Construction of a competing endogenous RNA network using differentially expressed lncRNAs, miRNAs and mRNAs in non‑small cell lung cancer.

The competing endogenous RNA (ceRNA) network is crucial for the development and progression of tumors, including non‑small cell lung cancer (NSCLC).

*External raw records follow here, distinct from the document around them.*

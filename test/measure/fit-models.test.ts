// The fit models against complex.js evaluations of the same topologies written as element trees (the part
// format's models; element laws as in Alexander & Sadiku, Fundamentals of Electric Circuits, 6th ed.,
// ch. 9), and their derivatives against central differences of those evaluations in ln p.

import { Complex } from 'complex.js';
import { describe, expect, it } from 'vitest';
import { capacitor, inductor, parallel, resistor, series, type Element } from '../../src/circuit/element.js';
import { FIT_PARAMETERS, MODELS, type FitKind } from '../../src/measure/fit-models.js';
import { referenceZAt } from '../reference/impedance.js';

/** The tree of each kind with the parameters that are on, written here from the README's model list. */
function tree(kind: FitKind, v: number[], on: boolean[]): Element {
  const opt = (i: number, e: Element) => (on[i] ? [e] : []);
  switch (kind) {
    case 'capacitor':
      return series(...opt(1, resistor(v[1])), ...opt(2, inductor(v[2])), parallel(capacitor(v[0]), ...opt(3, resistor(v[3]))));
    case 'inductor':
      return parallel(series(...opt(1, resistor(v[1])), inductor(v[0])), ...opt(2, capacitor(v[2])), ...opt(3, resistor(v[3])));
    case 'resistor':
      return parallel(series(resistor(v[0]), ...opt(1, inductor(v[1]))), ...opt(2, capacitor(v[2])));
    case 'bead':
      return series(...opt(0, resistor(v[0])), parallel(resistor(v[1]), inductor(v[2]), ...opt(3, capacitor(v[3]))));
  }
}

const VALUES: Record<FitKind, number[]> = {
  capacitor: [100e-9, 0.018, 0.45e-9, 2e6],
  inductor: [10e-6, 0.05, 5e-12, 20e3],
  resistor: [1e3, 1e-9, 0.2e-12],
  bead: [0.05, 600, 1.2e-6, 1.5e-12],
};
const FREQUENCIES = [10, 1e3, 1e5, 3.3e6, 2.2e7, 1e8, 4.7e8, 3e9];

const KINDS = Object.keys(VALUES) as FitKind[];
const subsets = (n: number) => Array.from({ length: 2 ** n }, (_, mask) => Array.from({ length: n }, (_, i) => Boolean(mask & (1 << i))));

describe.each(KINDS)('%s model', (kind) => {
  const specs = FIT_PARAMETERS[kind];
  const v = VALUES[kind];
  // Every combination of the optional parameters being present or absent; required ones always present.
  const combos = subsets(specs.length).filter((on) => on.every((o, i) => o || specs[i].absence !== 'required'));

  it('Z equals the element tree at every frequency, for every set of parameters present', () => {
    const z = new Float64Array(2);
    for (const on of combos) {
      for (const f of FREQUENCIES) {
        MODELS[kind](2 * Math.PI * f, Float64Array.from(v), on, z, null);
        const ref = referenceZAt(tree(kind, v, on), f);
        expect(new Complex(z[0], z[1]).sub(ref).abs() / ref.abs()).toBeLessThan(1e-12);
      }
    }
  });

  // Richardson's extrapolation of central differences at steps h and h/2 (error O(h⁴)); near a sharp
  // resonance the derivatives of Z grow like powers of Q, so the error is taken relative to |Z| + |∂Z|.
  it('∂Z/∂ln p equals an extrapolated central difference of the tree in ln p', () => {
    const z = new Float64Array(2);
    const dz = new Float64Array(2 * specs.length);
    const h = 1e-4;
    for (const on of combos) {
      for (const f of FREQUENCIES) {
        MODELS[kind](2 * Math.PI * f, Float64Array.from(v), on, z, dz);
        const size = Math.hypot(z[0], z[1]);
        specs.forEach((_, j) => {
          const central = (step: number) => {
            const up = v.slice();
            const down = v.slice();
            up[j] *= Math.exp(step);
            down[j] *= Math.exp(-step);
            return referenceZAt(tree(kind, up, on), f).sub(referenceZAt(tree(kind, down, on), f)).div(2 * step);
          };
          const diff = central(h / 2).mul(4).sub(central(h)).div(3);
          const expected = on[j] ? diff : new Complex(0, 0);
          const got = new Complex(dz[2 * j], dz[2 * j + 1]);
          expect(got.sub(expected).abs() / (size + got.abs())).toBeLessThan(1e-9);
        });
      }
    }
  });
});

However, what type of ceRNA network regulates NSCLC has not been clarified. The present study aimed to elucidate the long non‑coding RNA (lncRNA)/microRNA (miRNA)/mRNA ceRNA network in NSCLC, particularly for the significance of lncRNAs in NSCLC. NSCLC‑specific differentially expressed lncRNAs, miRNAs and mRNAs in the Cancer Genome Atlas (TCGA) were analyzed and their relationship was analyzed by a ceRNA network. Their potential functions of differentially expressed mRNAs were analyzed by Gene Ontology (GO) and Kyoto Encyclopedia of Genes and Genomes (KEGG). Furthermore, the expression levels of four selected lncRNAs in TCGA were determined and their associated survival of patients was examined. In addition, the expression profiles of these four lncRNAs in 48 NSCLC specimens and cell lines, their cellular distribution and associated clinical parameters were examined. We successfully constructed a ceRNA network, including 113 lncRNAs, 12 miRNAs and 36 mRNAs differentially expressed between NSCLC and non‑tumor tissues. LINC00525, MED4‑AS1, STEAP2‑AS1 and SYNPR‑AS1 lncRNAs were selected and validated for their association with the survival of NSCLC patients. The expression of these lncRNAs was upregulated in 48 NSCLC tissues and was varying in NSCLC cells. While LINC00525 was mainly expressed in the cytoplasm, MED4‑AS1 was in both the nucleus and cytoplasm of A549 cells. In addition, the expression of LINC00525 was significantly associated with smoking history (P<0.05); MED4‑AS1 was significantly associated with women, poor differentiation and lymph node metastasis (P<0.05); STEAP2‑AS1 was significantly associated with women (P<0.01); and SYNPR‑AS1 was significantly associated with women and adenocarcinoma (P<0.05). These lncRNAs may be valuable biomarkers for prognosis of NSCLC and the ceRNA network may provide new insights in the pathogenesis of NSCLC.